Department of Ophthalmology, Ajou University School of Medicine, Suwon, Republic of Korea.
Ophthalmologica. 2013;229(2):106-12. doi: 10.1159/000339597. Epub 2012 Jul 27.
BACKGROUND/AIMS: To compare event-based methods for estimating the incidence of glaucoma progression using optical coherence tomography (OCT) and automated perimetry and to assess agreement between structural and functional tests for detecting glaucoma progression.
Functional progression of glaucoma was estimated by guided progression analysis (GPA) using a Humphrey field analyzer (HFA), and structural progression was assessed by OCT and defined as the decrease in retinal nerve fiber layer thickness based on test-retest variability data of previous reports on clock-hour and quadrant maps. The level of agreement between structural and functional progression was evaluated using kappa statistics.
Fifty eyes of 50 patients with open-angle glaucoma were enrolled in this retrospective study. The incidence of visual field progression estimated by GPA was 18%. The occurrence of structural progression assessed by OCT ranged from 18 to 68%. The more stringent OCT progression criterion using a quadrant map showed the best agreement with HFA GPA (ĸ = 0.423) and detected perimetric progression with high specificity, while the less stringent OCT criterion considering any clock hour showed the lowest agreement with functional progression (ĸ = 0.098).

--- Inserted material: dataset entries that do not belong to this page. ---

/** Room left, against arithmetic with pencil and paper. */
import { expect, test } from 'vitest';
import { createSolution, indicatorStock, mix, pHOf, roomLeft, water } from '../../../src/chemistry/index.ts';

const buffer = (acid: number, base: number, volume_mL = 100) =>
  createSolution({
    parts: [
      { substance: 'CH3COOH', concentration_molL: acid },
      { substance: 'CH3COONa', concentration_molL: base },
    ],
    volume_mL,
  });
const titrated = (substance: string, volume_mL: number, liquid = buffer(0.1, 0.1)) =>
  mix(liquid, createSolution({ parts: [{ substance, concentration_molL: 0.1 }], volume_mL }));

test('equal partners: 9/11 of one of them, both ways', () => {
  // 10 mmol of each: (10 - n)/(10 + n) = 1/10 gives n = 90/11 = 8.18 mmol. Free hydrogen ions add 0.03 mmol at pH 3.76.
  const room = roomLeft(buffer(0.1, 0.1), 'textbook')!;
  expect(room).toMatchObject({ family: 'ethanoic', acid: 'CH3COOH', base: 'CH3COO-' });
  expect(room.forAcid.amount_mol * 1000).toBeCloseTo(90 / 11 + 0.03, 1);
  expect(room.forBase.amount_mol * 1000).toBeCloseTo(90 / 11, 1);
  expect([room.forAcid.endedBy, room.forBase.endedBy]).toEqual(['ratio', 'ratio']);
  expect(pHOf(titrated('HCl', room.forAcid.volume_mL), 'textbook')).toBeCloseTo(4.756 - 1, 2);
  expect(pHOf(titrated('NaOH', room.forBase.volume_mL), 'textbook')).toBeCloseTo(4.756 + 1, 2);
});

test('unequal partners: little room on the side of the scarce one', () => {
  // 2 mmol base beside 10 mmol acid: (2 - n)/(10 + n) = 1/10 gives 0.91 mmol; (10 - n)/(2 + n) = 1/10 gives 8.91 mmol.
  const room = roomLeft(buffer(0.1, 0.02), 'textbook')!;
  expect(room.forAcid.amount_mol * 1000).toBeCloseTo(1 / 1.1 + 0.02, 1);
  expect(room.forBase.amount_mol * 1000).toBeCloseTo(9.8 / 1.1, 1);
});

test('the vessel’s space ends it first, and that is said', () => {
  const room = roomLeft(buffer(0.1, 0.1), 'real', { titrant_molL: 0.1, space_mL: 20 })!;
  expect(room.forAcid).toEqual({ amount_mol: 0.002, volume_mL: 20, endedBy: 'space' });
  expect(room.forBase).toEqual({ amount_mol: 0.002, volume_mL: 20, endedBy: 'space' });
  const strong = roomLeft(buffer(0.1, 0.1), 'real', { titrant_molL: 1, space_mL: 20 })!;
  expect(strong.forAcid.endedBy).toBe('ratio');
  expect(strong.forAcid.volume_mL).toBeLessThan(10);
  expect(roomLeft(buffer(0.1, 0.1), 'real', { space_mL: 0 })!.forBase.volume_mL).toBe(0);
});

test('of several pairs the one that holds the pH counts', () => {
  const phosphate = createSolution({
    parts: [
      { substance: 'NaH2PO4', concentration_molL: 0.05 },
      { substance: 'Na2HPO4', concentration_molL: 0.05 },
      { substance: 'CH3COONa', concentration_molL: 0.001 },
    ],
    volume_mL: 50,
  });
  const dyed = mix(phosphate, indicatorStock('bromothymol-blue', { massPercent: 0.1, volume_mL: 0.5 }));
  expect(roomLeft(dyed, 'real')).toMatchObject({ family: 'phosphoric', acid: 'H2PO4-', base: 'HPO4-2' });
});

test('what holds no pair has none', () => {
  expect(roomLeft(water('boiled', 50), 'textbook')).toBeNull();
  expect(
    roomLeft(
      createSolution({ parts: [{ substance: 'HCl', concentration_molL: 0.1 }], volume_mL: 50 }),
      'real',
    ),
  ).toBeNull();
  expect(roomLeft(buffer(0.1, 0), 'textbook')).toBeNull();
});

test.each([
  [{ titrant_molL: 0 }, /titrant_molL is a number of mol\/L above 0; found 0/],
  [{ titrant_molL: NaN }, /titrant_molL/],
  [{ space_mL: -1 }, /space_mL is a number of mL, 0 or more; found -1/],
])('%o is refused with its name', (options, message) => {
  expect(() => roomLeft(buffer(0.1, 0.1), 'textbook', options)).toThrow(message);
});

OCT progression criteria based on test-retest variability showed moderate agreement with perimetric progression, and more stringent criteria showed better agreement with functional progression than less stringent ones.

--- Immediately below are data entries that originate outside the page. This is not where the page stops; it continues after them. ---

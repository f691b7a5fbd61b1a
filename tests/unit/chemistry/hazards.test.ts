/** Hazards by concentration: the law's limits from their sources, the school's own bands, and what adds up. */
import { describe, expect, test } from 'vitest';
import { CLASSES, legalLimits, schoolBands, STATEMENTS } from '../../../src/chemistry/data/hazards.ts';
import { hazardsOf } from '../../../src/chemistry/preparation/hazards.ts';
import { molarityOf } from '../../../src/chemistry/preparation/strength.ts';
import { findSubstance } from '../../../src/chemistry/substances.ts';
import { published } from '../../reference/published.ts';

const of = (substance: string, concentration_molL: number) => hazardsOf([{ substance, concentration_molL }]);
const codes = (substance: string, concentration_molL: number) =>
  of(substance, concentration_molL).legal.map((h) => h.statement);

// Specific concentration limits of chemistry.json, section 9: just at the limit the class holds, just below it does not.
const limits = published<{
  substance: string;
  C_min_percent?: number;
  C_max_percent_exclusive?: number;
  classification: string;
}>(9, 'SCL')
  .filter((row) => row.C_min_percent !== undefined)
  .map((row) => ({
    formula: row.substance.replace('(aq)', ''),
    from: row.C_min_percent!,
    // Mixtures of 99 % nitric acid are another substance's entry, not a solution's.
    below: (row.C_max_percent_exclusive ?? 99) < 99 ? row.C_max_percent_exclusive : undefined,
    classes: row.classification.split('; '),
  }));
const classesAt = (formula: string, percent: number) =>
  of(formula, molarityOf(formula, percent)).legal.map((h) => h.classification);

describe.each(limits)('$formula, $classes', ({ formula, from, classes }) => {
  test('holds from its limit on', () =>
    expect(classesAt(formula, from + 1e-6)).toEqual(expect.arrayContaining(classes)));
  test('does not hold below', () => {
    for (const one of classes) expect(classesAt(formula, from * 0.999)).not.toContain(one);
  });
});

test.each(limits.filter((limit) => limit.below !== undefined))(
  '$formula, $classes: a stronger class takes over at $below %',
  ({ formula, below, classes }) => {
    for (const one of classes) expect(classesAt(formula, below! + 1e-6)).not.toContain(one);
  },
);

describe('what a class looks like on a bottle', () => {
  test('0.1 mol/L sodium hydroxide has no legal class, but the school says: eyes', () => {
    const hazards = of('NaOH', 0.1);
    expect(hazards.legal).toEqual([]);
    expect(hazards.pictograms).toEqual([]);
    expect(hazards.school).toMatchObject({
      words: 'hazard to eyes',
      handler: 'learners 11 to 16',
      goggles: true,
    });
  });
  test('1 mol/L sodium hydroxide is corrosive, and nothing weaker is said beside it', () => {
    expect(codes('NaOH', 1)).toEqual(['H314']);
    expect(of('NaOH', 1).pictograms).toEqual(['GHS05']);
    expect(of('NaOH', 1).school).toMatchObject({ handler: 'learners 16 to 19', gloves: true });
  });
  test('2 mol/L hydrochloric acid is below the law and inside the school band of irritants', () => {
    expect(codes('HCl', 2)).toEqual([]);
    expect(of('HCl', 2).school?.words).toMatch(/irritant/);
  });
  test('bleach names the gas that acid drives out of it', () => {
    expect(codes('NaOCl', 1)).toContain('EUH031');
  });
  test('borax from 0.3 %', () => {
    expect(codes('borax', 0.05)).toContain('H360FD');
    expect(codes('borax', 0.01)).toEqual([]);
  });
  test('table salt has none', () =>
    expect(of('NaCl', 1)).toEqual({ legal: [], school: undefined, pictograms: [] }));
});

test('shares of one class add up', () => {
  const half = (substance: string) => ({ substance, concentration_molL: molarityOf(substance, 0.3) });
  expect(hazardsOf([half('NaOH')]).legal).toEqual([]);
  const both = hazardsOf([half('NaOH'), half('KOH')]).legal;
  expect(both.map((h) => h.statement).sort()).toEqual(['H315', 'H319']);
  expect(both[0]!.from).toEqual(['NaOH', 'KOH']);
});

test('two irritants below their upper ends are corrosive together where the shares say so', () => {
  const parts = ['NaOH', 'KOH'].map((substance) => ({
    substance,
    concentration_molL: molarityOf(substance, 1.5),
  }));
  expect(hazardsOf(parts).legal.map((h) => h.statement)).toEqual(['H314']);
});

test('every listed substance is in the catalogue by its formula, every class has its words, every limit its source', () => {
  for (const formula of [...Object.keys(legalLimits), ...Object.keys(schoolBands)])
    expect(findSubstance(formula)?.formula, formula).toBe(formula);
  for (const [, statement] of Object.values(CLASSES)) expect(STATEMENTS[statement]).toBeTruthy();
  for (const h of of('NaOH', 5).legal) expect(h.sources.join()).not.toBe('');
});

test('bands rise', () => {
  for (const bands of Object.values(schoolBands))
    for (let i = 1; i < bands.length; i++)
      expect(bands[i]!.from_molL).toBeGreaterThan(bands[i - 1]!.from_molL);
});

test('a misspelt substance is answered with the nearest word', () => {
  expect(() => of('NaOHH', 1)).toThrow(
    expect.objectContaining({ field: 'parts[0].substance', nearest: 'NaOH' }),
  );
  expect(() => of('NaOH', -1)).toThrow(expect.objectContaining({ field: 'parts[0].concentration_molL' }));
});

背景/目的:比较基于事件的方法,使用光学相干断层扫描(OCT)和自动视野计来估计青光眼进展的发生率,并评估结构和功能测试在检测青光眼进展方面的一致性。
使用 Humphrey 视野分析仪(HFA)进行引导进展分析(GPA)来估计青光眼的功能进展,并用 OCT 评估结构进展,并根据以前关于时钟小时和象限图的测试-复测变异性数据定义为视网膜神经纤维层厚度的减少。使用kappa 统计评估结构和功能进展之间的一致性水平。
本回顾性研究纳入了 50 例开角型青光眼患者的 50 只眼。GPA 估计的视野进展发生率为 18%。OCT 评估的结构进展发生率为 18%至 68%。使用象限图的更严格的 OCT 进展标准与 HFA GPA 的一致性最好(ĸ=0.423),并具有较高的特异性检测出视野进展,而考虑任何时钟小时的不太严格的 OCT 标准与功能进展的一致性最低(ĸ=0.098)。
基于测试-复测变异性的 OCT 进展标准与视野进展具有中等一致性,更严格的标准与功能进展的一致性优于不太严格的标准。